Venerable Ephraim the Syrian

Saint Ephraim the Syrian, a teacher of repentance, was born at the beginning of the fourth century in the city of Nisibis (Mesopotamia) into the family of impoverished toilers of the soil. His parents raised their son in piety, but from his childhood he was known for his quick temper and impetuous character. He often had fights, acted thoughtlessly, and even doubted God’s Providence. He finally recovered his senses by the grace of God, and embarked on the path of repentance and salvation.


Once, he was unjustly accused of stealing a sheep and was thrown into prison. He heard a voice in a dream calling him to repent and correct his life. After this, he was acquitted of the charges and set free.

The young man ran off to the mountains to join the hermits. This form of Christian asceticism had been introduced by a disciple of Saint Anthony the Great, the Egyptian desert dweller Eugenius.

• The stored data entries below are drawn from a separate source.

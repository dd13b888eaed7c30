import { tareInForceGrams } from '~~/utils/capacity/stopWeight'
import type { FillPolicy, Stamp } from '~~/utils/capacity/types'
import type { FillLimitAnswer, FillLimitQuery } from '~~/utils/contract/refrigerants'
import { capacityInWords, capacityOf } from '~~/utils/custody/capacityOf'
import { initialState, type CylinderState } from '~~/utils/custody/state'
import { exactGrams, readingGrams, type MassReading } from '~~/utils/quantity/mass'
import { scaleAccuracyGrams } from '~~/utils/quantity/scale'
import { CATALOGUE } from '~~/utils/refrigerant/allRefrigerants'
import { asListed } from '~~/utils/refrigerant/designation'
import { idealMixture } from '~~/utils/refrigerant/idealMixture'
import type { Catalogue, Composition } from '~~/utils/refrigerant/types'
import { mixtureName } from '~~/utils/refrigerant/words'
import type { Requalification } from '~~/utils/requalification/requalification'
import { impossible } from '../http/impossible'

/**
 * The capacity of a stamp for a refrigerant, by the firm's rule of today.
 *
 * Rounding: limits, room and stop weight down.
 * Errors: 422 for a refrigerant that is not known, for a composition without a density, for both or neither of them, and
 * for two service pressures that differ.
 */
export function fillLimitAnswer(query: FillLimitQuery, firmPolicy: FillPolicy): FillLimitAnswer {
  const { refrigerant, catalogue } = fluidOf(query)
  const netGrams = netOf(query.gross, query.tareWeight)
  const policyNow = { ...firmPolicy, shareThousandths: stricterShare(firmPolicy.shareThousandths, query.share) }
  const state = stateOf(query, refrigerant, netGrams)
  const capacity = capacityOf(state, NO_RETEST, { policyNow, catalogue, askedRefrigerant: refrigerant })
  return { ...capacityInWords(capacity, state.stamp), netGrams }
}

const NAMES = [...CATALOGUE.refrigerants.keys(), ...CATALOGUE.compositions.keys()]

/** The fluid asked about, and the catalogue that knows it: a composition is added to it under the name that the trade would write. */
function fluidOf({ refrigerant, composition }: FillLimitQuery): { refrigerant: string, catalogue: Catalogue } {
  if (refrigerant !== undefined) {
    if (composition !== undefined) throw impossible('composition', 'cannot stand beside a refrigerant')
    const listed = asListed(refrigerant, NAMES)
    if (!NAMES.includes(listed)) throw impossible('refrigerant', 'is not in the catalogue')
    return { refrigerant: listed, catalogue: CATALOGUE }
  }
  if (composition === undefined) throw impossible('refrigerant', 'must be named, or a composition')
  const components = composition.map(({ component, massPercent }) => ({ component: asListed(component, CATALOGUE.refrigerants.keys()), massPercent }))
  const designation = mixtureName(components)
  const asked: Composition = { designation, components, source: 'as asked' }
  const mixture = idealMixture(asked, CATALOGUE)
  if ('because' in mixture) throw impossible('composition', mixture.because)
  return { refrigerant: designation, catalogue: { ...CATALOGUE, compositions: new Map([...CATALOGUE.compositions, [designation, asked]]) } }
}

/** A stamp alone says nothing of tests. */
const NO_RETEST: Requalification = { lastMonth: null, intervalMonths: null, dueMonth: null, state: 'not-required', basis: '', choice: null }

/** The cylinder that would have this stamp and this weight. */
function stateOf(query: FillLimitQuery, refrigerant: string, netGrams: number | null): CylinderState {
  const stamp = stampOf(query)
  const exactTareGrams = tareInForceGrams(stamp)
  const unknown = initialState('')
  return {
    ...unknown,
    stamp,
    tare: exactTareGrams === null ? null : { exactGrams: exactTareGrams, since: 0, isWeighedAnew: false },
    contents: {
      ...unknown.contents,
      refrigerant,
      condition: query.condition,
      burnt: query.condition === 'burnt',
      nothingInIt: netGrams === null,
      netGrams,
      lastKnownNetGrams: query.gross && exactTareGrams !== null ? Math.max(0, exactGrams(query.gross) - exactTareGrams) : netGrams,
    },
  }
}

function stampOf(query: FillLimitQuery): Stamp {
  const { spec, servicePressurePsig: inMark } = query.spec
  const given = query.servicePressurePsig
  if (inMark !== null && given !== undefined && inMark !== given) {
    throw impossible('servicePressurePsig', `differs from the ${inMark} psig in the specification`)
  }
  return {
    serial: null,
    spec,
    servicePressurePsig: inMark ?? given ?? null,
    tareWeight: query.tareWeight ?? null,
    waterCapacity: query.waterCapacity ?? null,
    madeMonth: null,
    flammableMarked: query.flammableMarked === 'true',
  }
}

/** The lower of the firm's share and the one asked for; what lies between two thousandths goes down. */
function stricterShare(firmThousandths: number, share: number | undefined): number {
  const floatNoise = 1e-9
  return share === undefined ? firmThousandths : Math.min(firmThousandths, Math.floor(share * 1000 + floatNoise))
}

/** Net by the scale; below tare 0 within the scale's accuracy, else not known. */
function netOf(gross: MassReading | undefined, tare: MassReading | undefined): number | null {
  if (!gross || !tare) return null
  const net = readingGrams(gross) - readingGrams(tare)
  if (net >= 0) return net
  return -net <= scaleAccuracyGrams(readingGrams(gross)) ? 0 : null
}
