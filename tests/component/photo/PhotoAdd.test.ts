import { mountSuspended } from '@nuxt/test-utils/runtime'
import { beforeEach, describe, expect, it, vi } from 'vitest'
import PhotoAdd from '~~/components/photo/PhotoAdd.vue'

beforeEach(() => {
  vi.spyOn(URL, 'createObjectURL').mockReturnValue('blob:held')
  vi.spyOn(HTMLDialogElement.prototype, 'showModal').mockImplementation(function (this: HTMLDialogElement) {
    this.open = true
  })
})

const photo = (id: string) => ({ id, subject: 'damage' as const, bytes: new Uint8Array([0xFF]) })
const mount = (photos: ReturnType<typeof photo>[]) => mountSuspended(PhotoAdd, { props: { modelValue: true, line: 'line 12, weighed', photos, working: false, problem: null } })

describe('photos put to a line that is recorded', () => {
  it('are sent together, and the line stays', async () => {
    const add = await mount([photo('one'), photo('two')])
    expect(add.text()).toContain('The line stays as it was recorded.')
    await add.findAll('button').find(button => button.text() === 'Send 2 photos')!.trigger('click')
    expect(add.emitted('send')).toHaveLength(1)
  })

  it('are asked for where there are none', async () => {
    const add = await mount([])
    await add.findAll('button').find(button => button.text() === 'Send the photo')!.trigger('click')
    expect(add.emitted('send')).toBeUndefined()
    expect(add.text()).toContain('Take a photo first, or choose one.')
  })
})
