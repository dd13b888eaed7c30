import { mkdtempSync, readdirSync, rmSync } from 'node:fs'
import { hostname, tmpdir } from 'node:os'
import { join } from 'node:path'

/** Of this machine: where several share the place for temporary files, a process of another may have any number. */
const PREFIX = `collarbook-past-${encodeURIComponent(hostname())}-`

const folders: string[] = []

/** A new folder for databases of the past that goes with the process; the first takes away what killed ones left. */
export function pastFolder(): string {
  if (folders.length === 0) {
    sweep()
    process.once('exit', () => folders.forEach(take))
  }
  const folder = mkdtempSync(join(tmpdir(), `${PREFIX}${process.pid}-`))
  folders.push(folder)
  return folder
}

function sweep(): void {
  for (const name of readdirSync(tmpdir())) {
    const pid = name.startsWith(PREFIX) ? /^(\d+)-/.exec(name.slice(PREFIX.length))?.[1] : undefined
    if (pid !== undefined && !isAlive(Number(pid))) take(join(tmpdir(), name))
  }
}

/** A process of somebody else's may not be spoken to, but it is there. */
function isAlive(pid: number): boolean {
  try {
    return process.kill(pid, 0)
  }
  catch (error) {
    return (error as NodeJS.ErrnoException).code !== 'ESRCH'
  }
}

function take(folder: string): void {
  rmSync(folder, { recursive: true, force: true })
}
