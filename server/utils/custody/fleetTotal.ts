import type { Database } from '../database/database'
import type { FleetFilter } from './fleetFilter'

interface Kept { writes: number, at: number, totals: Map<string, number> }

/** Another process on the same database server may have written: how long a count may lag. */
const LONGEST_AGE_MS = 2_000
const MOST_KEPT = 200

const known = new WeakMap<Database, Kept>()

/** How many cylinders a filter lets through. Counted once until something is written, for two seconds at most. */
export async function fleetTotal(db: Database, filter: FleetFilter): Promise<number> {
  const kept = keptNow(db)
  const key = JSON.stringify([filter.sql, filter.args])
  const total = kept.totals.get(key) ?? await count(db, filter)
  if (kept.totals.size < MOST_KEPT) kept.totals.set(key, total)
  return total
}

function keptNow(db: Database): Kept {
  const kept = known.get(db)
  const now = Date.now()
  if (kept && kept.writes === db.writes() && now - kept.at < LONGEST_AGE_MS) return kept
  const fresh = { writes: db.writes(), at: now, totals: new Map<string, number>() }
  known.set(db, fresh)
  return fresh
}

async function count(db: Database, filter: FleetFilter): Promise<number> {
  const result = await db.readClient.execute({ sql: `SELECT count(*) FROM cylinders c WHERE ${filter.sql}`, args: filter.args })
  return result.rows[0]?.[0] as number
}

Saint James of Nisibis (January 13) was a noted ascetic, a preacher of Christianity and denouncer of the Arians. Saint Ephraim became one of his disciples. Under the direction of the holy hierarch, Saint Ephraim attained Christian meekness, humility, submission to God’s will, and the strength to undergo various temptations without complaint.

Saint James transformed the wayward youth into a humble and contrite monk. Realizing the great worth of his disciple, he made use of his talents. He trusted him to preach sermons, to instruct children in school, and he took Ephraim with him to the First Ecumenical Council at Nicea (in the year 325). Saint Ephraim was in obedience to Saint James for fourteen years, until the bishop’s death in 338.

After the capture of Nisibis by the Persians in 363, Saint Ephraim went to a monastery near the city of Edessa. Here he saw many great ascetics, passing their lives in prayer and psalmody. Their caves were solitary shelters, and they fed themselves with a certain plant.

He became especially close to the ascetic Julian (October 18), who was of one mind with him. Saint Ephraim combined asceticism with a ceaseless study of the Word of God, taking from it both solace and wisdom for his soul. The Lord gave him a gift of teaching, and people began to come to him, wanting to hear his counsel, which produced compunction in the soul, since he began with self-accusation. Both verbally and in writing, Saint Ephraim instructed everyone in repentance, faith and piety, and he denounced the Arian heresy, which at that time was causing great turmoil. Pagans who heard the preaching of the saint were converted to Christianity.

He also wrote the first Syriac commentary on the Pentateuch (i.e. “Five Books”) of Moses. He wrote many prayers and hymns, thereby enriching the Church’s liturgical services. Famous prayers of Saint Ephraim are to the Most Holy Trinity, to the Son of God, and to the Most Holy Theotokos. He composed hymns for the Twelve Great Feasts of the Lord (the Nativity of Christ, the Baptism, the Resurrection), and funeral hymns. Saint Ephraim’s Prayer of Repentance, “O Lord and Master of my life...”, is recited during Great Lent, and it summons Christians to spiritual renewal.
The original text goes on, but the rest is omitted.